Skewed right and skewed left are terms used to describe the shape of a distribution or dataset. These terms refer to the direction in which the data points are distributed relative to the peak of the distribution.
When we say a distribution is right-skewed, it means that the tail of the distribution extends more towards the right side of the peak than the left side. In other words, there are more data points with higher values on the right side of the distribution, pulling the mean or average towards the higher end of the scale. The peak or highest point of the distribution is typically located towards the left, with a longer tail stretching towards the right.

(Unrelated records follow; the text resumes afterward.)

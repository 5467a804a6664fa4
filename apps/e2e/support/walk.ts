import { AxeBuilder } from '@axe-core/playwright';
import { expect, type Page } from '@playwright/test';

/** Gathers what the browser complains about: errors on the console, exceptions, blocked by the policy. */
export class Complaints {
  private list: string[] = [];

  constructor(page: Page) {
    page.on('pageerror', (error) => this.list.push(`exception: ${error.message}`));
    page.on('console', (message) => {
      if (message.type() === 'error') this.list.push(`console: ${message.text()}`);
    });
  }

  /** What has gathered since the last time, less the answers that the page is meant to get (a 404 on the page of something that is not there). */
  take(meant: readonly number[] = []): string[] {
    const taken = this.list;
    this.list = [];
    return taken.filter(
      (text) => !meant.some((status) => text.includes(`responded with a status of ${status}`)),
    );
  }
}

/** Elements that stick out at the right, for whoever has to find them. */
const wide = (page: Page): Promise<string[]> =>
  page.evaluate(() => {
    const root = document.scrollingElement ?? document.documentElement;
    if (root.scrollWidth <= window.innerWidth) return [];
    const out = [...document.querySelectorAll('body *')].filter(
      (element) => element.getBoundingClientRect().right > window.innerWidth + 0.5,
    );
    return [
      `${root.scrollWidth} px wide`,
      ...out.slice(-3).map((element) => element.outerHTML.slice(0, 160)),
    ];
  });

/** A page as it stands: nothing that axe objects to, and nothing to scroll sideways. */
export async function isSound(page: Page): Promise<void> {
  expect
    .soft(await wide(page), `${page.url()} scrolls sideways at ${page.viewportSize()?.width} px`)
    .toEqual([]);
  const { violations } = await new AxeBuilder({ page })
    // One document without frames: no second page has to be opened for the report.
    .setLegacyMode()
    .options({ resultTypes: ['violations'] })
    .analyze();
  const words = violations.flatMap(({ id, nodes }) =>
    nodes.map((node) => `${id}: ${node.target.join(' ')} ${node.html.slice(0, 160)}`),
  );
  expect.soft(words, `${page.url()} for axe at ${page.viewportSize()?.width} px`).toEqual([]);
}
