import { Behaviour, type BehaviourOrder, type BehaviourState } from './behaviour.js';
import { startInbox } from './inbox.server.js';
import { MailStore, type CaughtMail, type MailFilter } from './mail.store.js';
import { startSmtp } from './smtp.server.js';

export interface MailCatcherOptions {
  /** 0 takes any free port. */
  smtpPort: number;
  /** 0 takes any free port. */
  httpPort: number;
  /** Folder that keeps the mails, one file each; in memory when left out. */
  mailDir?: string;
}

export interface MailCatcher {
  smtpPort: number;
  httpPort: number;
  /** Oldest first. */
  messages(filter?: MailFilter): CaughtMail[];
  setBehaviour(order: BehaviourOrder): void;
  behaviour(): BehaviourState;
  clear(): Promise<void>;
  /** Cuts what is open and frees both ports. */
  close(): Promise<void>;
}

const HOST = '127.0.0.1';

/**
 * Starts an SMTP server and its inbox on loopback.
 * @throws the system's error (EADDRINUSE, …) when a port cannot be had; nothing is left listening then.
 */
export async function startMailCatcher(options: MailCatcherOptions): Promise<MailCatcher> {
  const store = await MailStore.open(options.mailDir ?? null);
  const behaviour = new Behaviour();
  const smtp = await startSmtp(HOST, options.smtpPort, store, behaviour);
  const inbox = await startInbox(HOST, options.httpPort, store, behaviour).catch(async (error: unknown) => {
    await smtp.close();
    throw error;
  });
  return {
    smtpPort: smtp.port,
    httpPort: inbox.port,
    messages: (filter) => store.list(filter),
    setBehaviour: (order) => behaviour.set(order),
    behaviour: () => behaviour.state(),
    clear: () => store.clear(),
    close: async () => {
      await smtp.close();
      await inbox.close();
    },
  };
}
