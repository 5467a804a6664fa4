export { startMailCatcher } from './catcher.js';
export type { MailCatcher, MailCatcherOptions } from './catcher.js';
export type { BehaviourCounters, BehaviourMode, BehaviourState } from './behaviour.js';
export type { CaughtMail } from './mail.store.js';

To illustrate this concept, let me share a personal experience. Suppose you are a teacher and you are grading your students’ test scores. If the grades are right-skewed, it means that there are a few students who performed exceptionally well, receiving high scores, while the majority of the students have lower scores. In this case, the mean or average grade may be higher than the median, which represents the middle score. The distribution of grades would be longer on the right side of the peak, indicating that more students scored towards the lower end.
On the other hand, when a distribution is left-skewed, it means that the tail of the distribution extends more towards the left side of the peak than the right side. In this case, there are more data points with lower values on the left side of the distribution, pulling the mean or average towards the lower end of the scale. The peak of the distribution is typically located towards the right, with a longer tail stretching towards the left.

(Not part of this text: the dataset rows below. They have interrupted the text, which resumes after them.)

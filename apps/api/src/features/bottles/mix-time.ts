import { problem } from '../../platform/errors/problem.js';
import { BEFORE_MIX_MS } from '../../platform/ledger/happened.js';
import type { Recording } from '../../platform/ledger/recording.js';
import type { LockedBottle } from './bottle-row.js';

/**
 * What is told for up to a day before a bottle's mix (a slow phone at a fresh bottle) stands at the mix's time.
 * @returns whether it was moved
 * @throws Problem 'before-the-mix' for anything earlier
 */
export function keepAfterMix(recording: Recording, locked: readonly LockedBottle[]): boolean {
  const youngest = locked.reduce((a, b) => (b.madeAt > a.madeAt ? b : a));
  const early = youngest.madeAt.getTime() - recording.happenedAt.getTime();
  if (early > BEFORE_MIX_MS) throw problem('before-the-mix', youngest.code);
  if (early > 0) recording.moveTo(youngest.madeAt);
  return early > 0;
}
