import { Module } from '@nestjs/common';
import { AlertsModule } from '../alerts/alerts.module.js';
import { BottlesModule } from '../bottles/bottles.module.js';
import { HoldsController } from './holds.controller.js';
import { HoldsRepository } from './holds.repository.js';
import { HoldsService } from './holds.service.js';

@Module({
  imports: [AlertsModule, BottlesModule],
  controllers: [HoldsController],
  providers: [HoldsService, HoldsRepository],
  exports: [HoldsService],
})
export class HoldsModule {}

Let’s continue with the teaching example to understand left-skewness. If the grades are left-skewed, it means that there are a few students who performed poorly, receiving low scores, while the majority of the students have higher scores. In this scenario, the mean or average grade may be lower than the median, indicating that more students scored towards the higher end. The distribution of grades would be longer on the left side of the peak, suggesting that more students achieved higher scores.

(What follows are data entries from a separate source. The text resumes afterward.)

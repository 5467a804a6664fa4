import { Injectable } from '@nestjs/common';
import type { BottleTotals } from '@wetside/chemistry';
import { actions, bottles, bottleTotals, chemistryVersions, counters, memberships } from '@wetside/db';
import { and, asc, eq, sql, type SQL } from 'drizzle-orm';
import { alias } from 'drizzle-orm/pg-core';
import { validate } from 'uuid';
import type { Tx } from '../../platform/database/database.js';
import { hotQuery, isAnyOf } from '../../platform/database/hot-query.js';
import { ActionsRepository } from '../../platform/ledger/actions.repository.js';
import { withHolders } from '../../platform/ledger/holders.js';
import { ChemistryDocuments } from '../chemistries/chemistry-documents.js';
import type { LockedBottle } from './bottle-row.js';

/** Totals as they are to be written. */
export interface TotalsRow {
  bottleId: string;
  totals: BottleTotals | null;
  nextLookAt: string | null;
}

const mixers = alias(memberships, 'mixers');

export type BottleDetail = Awaited<ReturnType<BottlesRepository['details']>>[number];

const isInUse = (totals: BottleTotals | null): boolean => totals !== null && totals.discardedAt === null;

const lockBottles = hotQuery('lock_bottles', (db) =>
  db
    .select({
      id: bottles.id,
      code: bottles.code,
      material: bottles.material,
      chemistryVersionId: bottles.chemistryVersionId,
      chemistryId: chemistryVersions.chemistryId,
      madeByActionId: bottles.madeByActionId,
      madeAt: actions.happenedAt,
      totals: bottleTotals.totals,
    })
    .from(bottleTotals)
    .innerJoin(
      bottles,
      and(eq(bottles.darkroomId, bottleTotals.darkroomId), eq(bottles.id, bottleTotals.bottleId)),
    )
    .innerJoin(
      chemistryVersions,
      and(
        eq(chemistryVersions.darkroomId, bottles.darkroomId),
        eq(chemistryVersions.id, bottles.chemistryVersionId),
      ),
    )
    .innerJoin(
      actions,
      and(eq(actions.darkroomId, bottles.darkroomId), eq(actions.id, bottles.madeByActionId)),
    )
    .where(
      and(eq(bottleTotals.darkroomId, sql.placeholder('darkroomId')), isAnyOf(bottleTotals.bottleId, 'ids')),
    )
    .orderBy(asc(bottleTotals.bottleId))
    .for('no key update', { of: bottleTotals }),
);

/** The bottles' pages, by which of them are wanted. */
const details = (name: string, wanted: SQL) =>
  hotQuery(name, (db) =>
    db
      .select({
        id: bottles.id,
        code: bottles.code,
        chemistryVersionId: bottles.chemistryVersionId,
        material: bottles.material,
        totals: bottleTotals.totals,
        costMinor: bottles.costMinor,
        currency: bottles.currency,
        mixedBy: mixers.displayName,
      })
      .from(bottles)
      .innerJoin(
        bottleTotals,
        and(eq(bottleTotals.darkroomId, bottles.darkroomId), eq(bottleTotals.bottleId, bottles.id)),
      )
      .innerJoin(
        actions,
        and(eq(actions.darkroomId, bottles.darkroomId), eq(actions.id, bottles.madeByActionId)),
      )
      .innerJoin(mixers, and(eq(mixers.darkroomId, actions.darkroomId), eq(mixers.id, actions.membershipId)))
      .where(and(eq(bottles.darkroomId, sql.placeholder('darkroomId')), wanted))
      .orderBy(asc(bottles.code)),
  );
const detailsOf = {
  'in-use': details('bottles_in_use', sql`${bottleTotals.inUse}`),
  all: details('bottles_all', sql`${bottleTotals.totals} is not null`),
};
const detailsNamed = details('bottles_named', isAnyOf(bottles.id, 'ids'));

@Injectable()
export class BottlesRepository {
  constructor(
    private readonly documents: ChemistryDocuments,
    private readonly actions: ActionsRepository,
  ) {}

  /** Locks the totals of these bottles, in the order of their ids, and reads what their rules need. Unknown ids are left out. */
  async lock(tx: Tx, darkroomId: string, ids: readonly string[]): Promise<LockedBottle[]> {
    const rows = await lockBottles(tx, { darkroomId, ids: [...ids] });
    return this.documents.with(tx, darkroomId, rows);
  }

  async insert(tx: Tx, row: typeof bottles.$inferInsert): Promise<void> {
    await tx.insert(bottles).values(row);
  }

  async insertTotals(tx: Tx, darkroomId: string, row: TotalsRow): Promise<void> {
    await tx.insert(bottleTotals).values({
      darkroomId,
      bottleId: row.bottleId,
      totals: row.totals,
      inUse: isInUse(row.totals),
      volumeUl: row.totals?.volumeUl ?? 0,
      nextLookAt: row.nextLookAt === null ? null : new Date(row.nextLookAt),
    });
  }

  /** Writes all of them in one statement; their rows are locked already. */
  async writeTotals(tx: Tx, darkroomId: string, rows: readonly TotalsRow[]): Promise<void> {
    const written = rows.map(({ bottleId, totals, nextLookAt }) => ({
      bottle_id: bottleId,
      totals,
      in_use: isInUse(totals),
      volume_ul: totals?.volumeUl ?? 0,
      next_look_at: nextLookAt,
    }));
    await tx.execute(sql`
      update ${bottleTotals} as t
      set totals = d.totals, in_use = d.in_use, volume_ul = d.volume_ul, next_look_at = d.next_look_at
      from jsonb_to_recordset(${JSON.stringify(written)}::text::jsonb)
        as d(bottle_id uuid, totals jsonb, in_use boolean, volume_ul bigint, next_look_at timestamptz)
      where t.darkroom_id = ${darkroomId} and t.bottle_id = d.bottle_id`);
  }

  /** The next number of a counter that starts at 1; the counter's row stays locked until the end. */
  async nextNumber(tx: Tx, darkroomId: string, name: string): Promise<number> {
    const [row] = await tx
      .insert(counters)
      .values({ darkroomId, name, last: 1 })
      .onConflictDoUpdate({
        target: [counters.darkroomId, counters.name],
        set: { last: sql`${counters.last} + 1` },
      })
      .returning({ last: counters.last });
    if (!row) throw new Error(`The counter ${name} gave no number.`);
    return row.last;
  }

  /** All bottles in use, or all there ever were, or those named. Bottles whose mix was voided only when named. */
  async details(tx: Tx, darkroomId: string, which: { ids: readonly string[] } | 'in-use' | 'all') {
    const rows =
      typeof which === 'string'
        ? await detailsOf[which](tx, { darkroomId })
        : await detailsNamed(tx, { darkroomId, ids: [...which.ids] });
    const named = await withHolders(this.actions, tx, darkroomId, rows);
    return this.documents.with(tx, darkroomId, named);
  }

  async findId(tx: Tx, darkroomId: string, idOrCode: string): Promise<string | null> {
    const named = validate(idOrCode) ? eq(bottles.id, idOrCode) : eq(bottles.code, idOrCode.toUpperCase());
    const [row] = await tx
      .select({ id: bottles.id })
      .from(bottles)
      .where(and(eq(bottles.darkroomId, darkroomId), named));
    return row?.id ?? null;
  }
}
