import { randomUUID } from 'node:crypto';
import { expect, type Page } from '@playwright/test';
import type { World } from './world.js';

/** Reads an address of the darkroom's API as the person of that page. */
export async function read<T>(world: World, page: Page, path: string): Promise<T> {
  const answer = await page.request.get(`${world.origin}/api/darkrooms/${world.place.shortName}/${path}`);
  expect(answer.ok(), `${path}: ${answer.status()}`).toBe(true);
  return (await answer.json()) as T;
}

/** Does something as the person of that page, without the page: to furnish a darkroom. Gives the action's id. */
export async function act(world: World, page: Page, plural: string, content: object): Promise<string> {
  const actionId = randomUUID();
  const { now } = (await (await page.request.get(`${world.origin}/api/me`)).json()) as { now: string };
  const answer = await page.request.put(
    `${world.origin}/api/darkrooms/${world.place.shortName}/${plural}/${actionId}`,
    {
      headers: { origin: world.origin },
      data: {
        content: { v: 1, happenedAt: now, ...content },
        envelope: { sentAt: now, deviceNow: now, queued: false },
      },
    },
  );
  expect(answer.ok(), `${plural}: ${answer.status()} ${answer.ok() ? '' : await answer.text()}`).toBe(true);
  return actionId;
}

interface Chemistries {
  chemistries: { versionId: string; document: { name: string; role: string } }[];
}
interface Shelf {
  packs: {
    id: string;
    form: string;
    lots: { id: string; opened: { id: string }[] }[];
    soldBy: { supplierId: string; supplierPackId: string }[];
  }[];
}

const LITRE_UL = 1_000_000;

/** A bottle mixed by hand. Gives its id. */
async function mix(world: World, technician: Page, role: string, litres = 1): Promise<string> {
  const { chemistries } = await read<Chemistries>(world, technician, 'chemistries');
  const chemistry = chemistries.find(({ document }) => document.role === role);
  const bottleId = randomUUID();
  await act(world, technician, 'mixes', {
    bottleId,
    chemistryVersionId: chemistry?.versionId,
    volumeUl: litres * LITRE_UL,
    container: { sizeUl: litres * LITRE_UL, kind: 'bottle' },
    material: 'film',
    from: { kind: 'hand' },
  });
  return bottleId;
}

const load = (
  world: World,
  page: Page,
  bottleIds: string[],
  count: number,
  more: object = {},
): Promise<string> =>
  act(world, page, 'loads', {
    bottleIds,
    material: 'film',
    film: [{ format: '135-36', count, filmClass: 'conventional' }],
    ...more,
  });

/** Something of everything that a page can show; gives an order in each state that has a page of its own. */
export async function fillDarkroom(
  world: World,
  people: { member: Page; technician: Page; manager: Page },
): Promise<{ draftId: string; sentId: string }> {
  const { member, technician, manager } = people;
  const [spent, held, good, stop] = [
    await mix(world, technician, 'fixer'),
    await mix(world, technician, 'fixer', 2),
    await mix(world, technician, 'fixer'),
    await mix(world, technician, 'stop-bath'),
  ];
  await mix(world, technician, 'wetting-agent');
  await load(world, member, [stop, spent], 12);
  await load(world, member, [spent], 8);
  const wrong = await load(world, member, [good], 3);
  await act(world, member, 'voids', { voidedActionId: wrong, reason: 'w'.repeat(80) });
  await act(world, member, 'holds', { bottleId: held, reason: 'h'.repeat(80) });
  await load(world, member, [held], 1, { reported: true });
  const { packs } = await read<Shelf>(world, technician, 'shelf');
  const sold = packs.flatMap((pack) => pack.soldBy.slice(0, 1));
  const lines = packs.map((pack) => ({
    packId: pack.id,
    lotId: randomUUID(),
    lotNumber: 'L'.repeat(30),
    expiresOn: null,
    count: 1,
  }));
  await act(world, technician, 'receipts', { lines });
  const order = async (): Promise<string> => {
    const orderId = randomUUID();
    const supplierId = sold[0]?.supplierId;
    const wanted = sold.map(({ supplierPackId }) => ({ id: randomUUID(), supplierPackId, count: 2 }));
    await act(world, technician, 'order-drafts', { orderId, supplierId, lines: wanted });
    return orderId;
  };
  const [sentId, draftId] = [await order(), await order()];
  await act(world, manager, 'order-sendings', { orderId: sentId, revision: 1 });
  return { draftId, sentId };
}
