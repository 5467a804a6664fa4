import type { INestApplicationContext } from '@nestjs/common';
import { generateHistory } from '@wetside/chemistry/testing';
import { cloneDatabase, type TestDatabase } from '@wetside/db/testing/clone';
import postgres from 'postgres';
import { reconcile } from '../../cli/reconcile/reconcile.js';
import { addPlayer } from '../../cli/prove-histories/house.js';
import { addCounts, playHistory } from '../../cli/prove-histories/player.js';
import { openProgram } from '../../cli/prove-histories/program.js';

const seeds = Array.from({ length: 25 }, (_, index) => index + 1);
const histories = seeds.map((seed) => generateHistory(seed, 40, 'Europe/Prague', 'recorded'));

let db: TestDatabase;
let app: INestApplicationContext;
let personId: string;
let counts: Record<string, number> = {};
let end = new Date(0);

beforeAll(async () => {
  db = await cloneDatabase();
  app = await openProgram(db);
  personId = await addPlayer(app);
}, 60_000);

afterAll(async () => {
  await app?.close();
  await db?.drop();
});

describe('25 random histories through the services', () => {
  it.each(histories)(
    'seed $seed: the database holds what memory folds',
    async (history) => {
      const played = await playHistory(app, personId, history);
      counts = addCounts(counts, played.counts);
      if (played.end > end) end = played.end;
      expect(played.differences).toEqual([]);
    },
    60_000,
  );

  it('held every kind of action that the program records, and the ways in which it can go wrong', () => {
    expect(counts).toMatchObject({ histories: 25 });
    for (const kind of ['mix', 'load', 'hold', 'release', 'discard', 'void'])
      expect(counts[kind]).toBeGreaterThan(15);
    expect(counts['late load']).toBeGreaterThan(50);
    expect(counts['load told for before the mix']).toBeGreaterThan(10);
    expect(counts['mix out of a stock bottle']).toBeGreaterThan(10);
  });

  it('are found as folded by reconcile', async () => {
    const found = await reconcile(db.adminUrl, end);
    expect(found.differences).toEqual([]);
    expect(found.bottles).toBe(counts.bottles);
  });

  it('are found out by reconcile where one roll goes missing', async () => {
    const sql = postgres(db.adminUrl, { max: 1 });
    try {
      await sql`
        update bottle_totals set totals = jsonb_set(totals, '{loads}', to_jsonb((totals ->> 'loads')::int + 1))
        where bottle_id = (select bottle_id from bottle_totals where in_use order by bottle_id limit 1)`;
    } finally {
      await sql.end();
    }
    expect((await reconcile(db.adminUrl, end)).differences).toEqual([
      expect.stringMatching(/: loads is stored as /),
    ]);
  });
});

It is important to note that skewness is not limited to grades or test scores but can be observed in various datasets and distributions. For instance, in financial data, the distribution of income might be right-skewed, with a few individuals earning significantly higher incomes than the majority. Similarly, in a dataset representing the lifespan of different species, the distribution might be left-skewed, with most species having relatively longer lifespans and a few species having shorter lifespans.
Skewed right and skewed left refer to the shape of a distribution. Right-skewed distributions have a longer tail on the right side of the peak, indicating more data points with higher values on that side. Left-skewed distributions have a longer tail on the left side of the peak, indicating more data points with lower values on that side. These concepts can be observed in various scenarios, such as grading student test scores, analyzing financial data, or studying lifespan distributions.